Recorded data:
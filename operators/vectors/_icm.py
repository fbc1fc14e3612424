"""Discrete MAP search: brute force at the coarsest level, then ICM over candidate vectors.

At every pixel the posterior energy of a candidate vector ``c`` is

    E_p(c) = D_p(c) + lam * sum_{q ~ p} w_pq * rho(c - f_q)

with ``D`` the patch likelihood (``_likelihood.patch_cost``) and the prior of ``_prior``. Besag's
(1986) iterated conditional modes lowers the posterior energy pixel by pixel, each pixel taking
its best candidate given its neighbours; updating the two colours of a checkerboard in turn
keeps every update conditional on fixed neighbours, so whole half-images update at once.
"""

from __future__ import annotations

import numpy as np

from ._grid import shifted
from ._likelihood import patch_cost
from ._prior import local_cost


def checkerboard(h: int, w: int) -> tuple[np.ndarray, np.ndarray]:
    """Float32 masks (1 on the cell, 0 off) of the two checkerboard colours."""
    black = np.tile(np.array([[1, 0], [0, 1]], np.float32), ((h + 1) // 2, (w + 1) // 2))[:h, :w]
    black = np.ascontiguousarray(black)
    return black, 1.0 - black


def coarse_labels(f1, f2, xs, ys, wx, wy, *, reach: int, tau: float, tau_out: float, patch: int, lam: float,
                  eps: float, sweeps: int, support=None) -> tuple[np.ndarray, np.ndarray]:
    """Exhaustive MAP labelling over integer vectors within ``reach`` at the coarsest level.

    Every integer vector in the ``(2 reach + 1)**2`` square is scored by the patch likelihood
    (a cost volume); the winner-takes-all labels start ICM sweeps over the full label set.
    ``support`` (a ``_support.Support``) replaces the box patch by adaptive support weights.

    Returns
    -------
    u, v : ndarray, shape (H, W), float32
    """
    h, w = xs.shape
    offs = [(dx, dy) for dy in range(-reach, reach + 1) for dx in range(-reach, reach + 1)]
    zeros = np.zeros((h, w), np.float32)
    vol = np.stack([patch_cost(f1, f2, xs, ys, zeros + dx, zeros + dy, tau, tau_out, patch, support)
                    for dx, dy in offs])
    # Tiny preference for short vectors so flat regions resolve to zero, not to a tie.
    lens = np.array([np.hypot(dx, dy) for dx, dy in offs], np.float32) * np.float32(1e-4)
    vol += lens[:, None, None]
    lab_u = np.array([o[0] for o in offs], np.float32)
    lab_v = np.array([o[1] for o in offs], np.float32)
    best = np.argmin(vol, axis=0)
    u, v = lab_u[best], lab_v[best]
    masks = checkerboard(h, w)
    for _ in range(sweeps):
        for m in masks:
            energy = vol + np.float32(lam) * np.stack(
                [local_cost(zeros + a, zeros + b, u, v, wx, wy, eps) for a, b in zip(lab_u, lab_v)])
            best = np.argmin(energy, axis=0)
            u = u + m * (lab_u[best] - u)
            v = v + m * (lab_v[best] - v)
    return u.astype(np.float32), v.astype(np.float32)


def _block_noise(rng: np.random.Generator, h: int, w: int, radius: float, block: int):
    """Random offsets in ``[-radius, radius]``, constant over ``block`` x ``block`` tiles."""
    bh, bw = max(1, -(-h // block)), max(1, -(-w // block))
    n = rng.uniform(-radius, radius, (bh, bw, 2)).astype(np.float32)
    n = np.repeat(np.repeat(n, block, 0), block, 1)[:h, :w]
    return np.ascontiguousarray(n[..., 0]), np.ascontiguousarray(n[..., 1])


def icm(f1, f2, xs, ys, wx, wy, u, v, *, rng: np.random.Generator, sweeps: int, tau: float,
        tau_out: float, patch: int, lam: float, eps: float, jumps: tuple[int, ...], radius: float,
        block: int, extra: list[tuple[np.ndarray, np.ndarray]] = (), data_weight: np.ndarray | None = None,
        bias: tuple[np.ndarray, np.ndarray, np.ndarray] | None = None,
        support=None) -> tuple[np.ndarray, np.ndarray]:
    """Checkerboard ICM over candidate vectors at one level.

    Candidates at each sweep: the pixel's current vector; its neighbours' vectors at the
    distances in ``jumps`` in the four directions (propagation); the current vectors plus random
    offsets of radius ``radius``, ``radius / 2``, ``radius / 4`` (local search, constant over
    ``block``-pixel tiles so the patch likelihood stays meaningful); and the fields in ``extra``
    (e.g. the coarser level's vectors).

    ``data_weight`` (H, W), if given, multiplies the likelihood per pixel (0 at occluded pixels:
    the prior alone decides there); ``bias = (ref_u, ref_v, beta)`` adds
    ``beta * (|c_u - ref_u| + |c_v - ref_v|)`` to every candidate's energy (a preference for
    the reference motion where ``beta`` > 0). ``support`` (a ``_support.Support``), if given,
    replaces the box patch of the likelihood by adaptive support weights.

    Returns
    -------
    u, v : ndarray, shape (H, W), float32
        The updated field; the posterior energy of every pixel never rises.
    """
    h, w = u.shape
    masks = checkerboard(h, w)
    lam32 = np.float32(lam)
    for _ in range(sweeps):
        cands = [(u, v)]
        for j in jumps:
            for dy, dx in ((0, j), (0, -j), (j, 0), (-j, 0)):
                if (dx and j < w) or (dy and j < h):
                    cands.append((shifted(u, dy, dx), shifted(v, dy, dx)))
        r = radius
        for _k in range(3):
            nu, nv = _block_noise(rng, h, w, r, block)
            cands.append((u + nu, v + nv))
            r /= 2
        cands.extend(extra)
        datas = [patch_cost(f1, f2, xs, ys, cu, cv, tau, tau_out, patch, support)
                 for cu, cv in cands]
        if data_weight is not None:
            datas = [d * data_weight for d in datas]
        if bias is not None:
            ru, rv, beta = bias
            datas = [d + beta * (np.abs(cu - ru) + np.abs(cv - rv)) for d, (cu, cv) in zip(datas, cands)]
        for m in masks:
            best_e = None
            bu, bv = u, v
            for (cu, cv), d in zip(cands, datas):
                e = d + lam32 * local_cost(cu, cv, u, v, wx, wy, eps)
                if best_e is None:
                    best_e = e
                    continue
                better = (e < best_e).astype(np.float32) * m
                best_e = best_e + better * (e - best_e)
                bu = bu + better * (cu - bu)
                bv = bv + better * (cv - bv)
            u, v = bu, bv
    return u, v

==

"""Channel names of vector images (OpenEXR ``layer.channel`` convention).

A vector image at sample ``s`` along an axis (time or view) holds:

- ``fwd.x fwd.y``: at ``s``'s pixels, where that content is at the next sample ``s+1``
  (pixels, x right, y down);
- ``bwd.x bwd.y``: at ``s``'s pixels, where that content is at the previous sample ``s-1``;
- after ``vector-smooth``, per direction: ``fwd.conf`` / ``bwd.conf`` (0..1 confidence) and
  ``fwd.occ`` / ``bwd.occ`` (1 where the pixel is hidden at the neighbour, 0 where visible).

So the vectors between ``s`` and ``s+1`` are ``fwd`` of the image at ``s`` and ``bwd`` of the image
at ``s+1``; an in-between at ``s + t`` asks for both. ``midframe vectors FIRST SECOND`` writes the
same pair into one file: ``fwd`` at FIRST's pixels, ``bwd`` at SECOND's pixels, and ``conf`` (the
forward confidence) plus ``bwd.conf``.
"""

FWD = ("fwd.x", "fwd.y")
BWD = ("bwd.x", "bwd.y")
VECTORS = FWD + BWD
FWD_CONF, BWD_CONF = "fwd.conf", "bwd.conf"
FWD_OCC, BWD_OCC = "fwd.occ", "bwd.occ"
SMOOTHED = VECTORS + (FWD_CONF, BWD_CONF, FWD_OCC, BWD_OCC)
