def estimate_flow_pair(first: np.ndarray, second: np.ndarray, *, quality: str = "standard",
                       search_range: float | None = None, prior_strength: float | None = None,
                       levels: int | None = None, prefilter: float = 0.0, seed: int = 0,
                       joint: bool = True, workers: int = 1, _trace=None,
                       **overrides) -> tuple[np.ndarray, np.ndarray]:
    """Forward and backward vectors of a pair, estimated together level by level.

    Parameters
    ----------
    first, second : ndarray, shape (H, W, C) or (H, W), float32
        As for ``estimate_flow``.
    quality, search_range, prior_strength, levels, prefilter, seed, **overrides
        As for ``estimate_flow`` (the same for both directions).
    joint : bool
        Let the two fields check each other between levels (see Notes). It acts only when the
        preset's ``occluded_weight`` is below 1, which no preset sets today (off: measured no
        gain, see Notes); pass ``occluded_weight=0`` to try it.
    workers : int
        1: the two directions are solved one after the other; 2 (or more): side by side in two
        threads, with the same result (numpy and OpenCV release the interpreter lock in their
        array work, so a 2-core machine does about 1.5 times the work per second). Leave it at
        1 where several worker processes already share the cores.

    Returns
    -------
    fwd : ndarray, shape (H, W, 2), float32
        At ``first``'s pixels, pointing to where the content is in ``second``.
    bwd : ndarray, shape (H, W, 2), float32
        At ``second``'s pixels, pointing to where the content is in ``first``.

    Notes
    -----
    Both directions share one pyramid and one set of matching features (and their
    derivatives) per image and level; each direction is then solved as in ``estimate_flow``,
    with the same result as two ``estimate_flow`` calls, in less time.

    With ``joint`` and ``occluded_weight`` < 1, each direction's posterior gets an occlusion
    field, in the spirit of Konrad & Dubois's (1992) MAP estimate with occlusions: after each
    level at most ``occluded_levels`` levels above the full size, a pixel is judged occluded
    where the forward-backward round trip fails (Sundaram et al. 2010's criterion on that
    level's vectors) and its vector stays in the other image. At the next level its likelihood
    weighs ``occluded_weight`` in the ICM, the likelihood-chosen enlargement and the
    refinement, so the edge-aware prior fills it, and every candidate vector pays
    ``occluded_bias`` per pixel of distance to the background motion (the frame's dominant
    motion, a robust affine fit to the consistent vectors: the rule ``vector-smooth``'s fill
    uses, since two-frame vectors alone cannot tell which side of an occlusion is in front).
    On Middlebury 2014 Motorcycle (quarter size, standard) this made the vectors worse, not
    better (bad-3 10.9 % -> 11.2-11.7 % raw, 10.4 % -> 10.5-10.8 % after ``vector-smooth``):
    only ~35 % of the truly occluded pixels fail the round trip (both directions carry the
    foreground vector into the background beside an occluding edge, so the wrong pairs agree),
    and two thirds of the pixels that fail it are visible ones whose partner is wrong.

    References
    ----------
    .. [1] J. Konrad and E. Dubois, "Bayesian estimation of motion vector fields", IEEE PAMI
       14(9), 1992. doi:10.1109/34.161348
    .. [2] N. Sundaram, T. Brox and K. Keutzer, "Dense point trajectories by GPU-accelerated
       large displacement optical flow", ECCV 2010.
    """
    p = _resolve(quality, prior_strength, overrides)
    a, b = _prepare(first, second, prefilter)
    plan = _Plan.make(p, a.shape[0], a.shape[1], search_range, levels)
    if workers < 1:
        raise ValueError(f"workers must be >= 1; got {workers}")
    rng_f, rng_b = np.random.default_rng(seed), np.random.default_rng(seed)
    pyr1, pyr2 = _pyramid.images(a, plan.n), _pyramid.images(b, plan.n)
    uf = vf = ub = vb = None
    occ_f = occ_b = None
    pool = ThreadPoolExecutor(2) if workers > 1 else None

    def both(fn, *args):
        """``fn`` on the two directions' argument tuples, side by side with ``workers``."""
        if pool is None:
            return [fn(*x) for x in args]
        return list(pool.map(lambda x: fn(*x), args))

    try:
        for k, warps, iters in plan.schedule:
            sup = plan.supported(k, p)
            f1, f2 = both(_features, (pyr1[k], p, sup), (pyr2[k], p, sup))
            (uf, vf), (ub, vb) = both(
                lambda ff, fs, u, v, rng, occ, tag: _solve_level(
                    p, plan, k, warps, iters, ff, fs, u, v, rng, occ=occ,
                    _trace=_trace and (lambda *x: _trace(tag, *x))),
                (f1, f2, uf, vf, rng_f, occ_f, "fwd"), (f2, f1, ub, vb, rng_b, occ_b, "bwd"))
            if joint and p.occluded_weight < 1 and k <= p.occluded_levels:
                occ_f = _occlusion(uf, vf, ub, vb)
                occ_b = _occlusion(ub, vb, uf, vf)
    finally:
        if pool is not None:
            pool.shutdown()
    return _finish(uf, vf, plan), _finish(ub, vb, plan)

## To do
All that is needed is the exact run of lines above from the line containing "filename operators/vectors/_icm.py" through the line containing "E_p(c) = D_p(c)", both of them included.

## Result for this task
filename operators/vectors/_icm.py
repository fbc1fc14e3612424
"""Discrete MAP search: brute force at the coarsest level, then ICM over candidate vectors.

At every pixel the posterior energy of a candidate vector ``c`` is

    E_p(c) = D_p(c) + lam * sum_{q ~ p} w_pq * rho(c - f_q)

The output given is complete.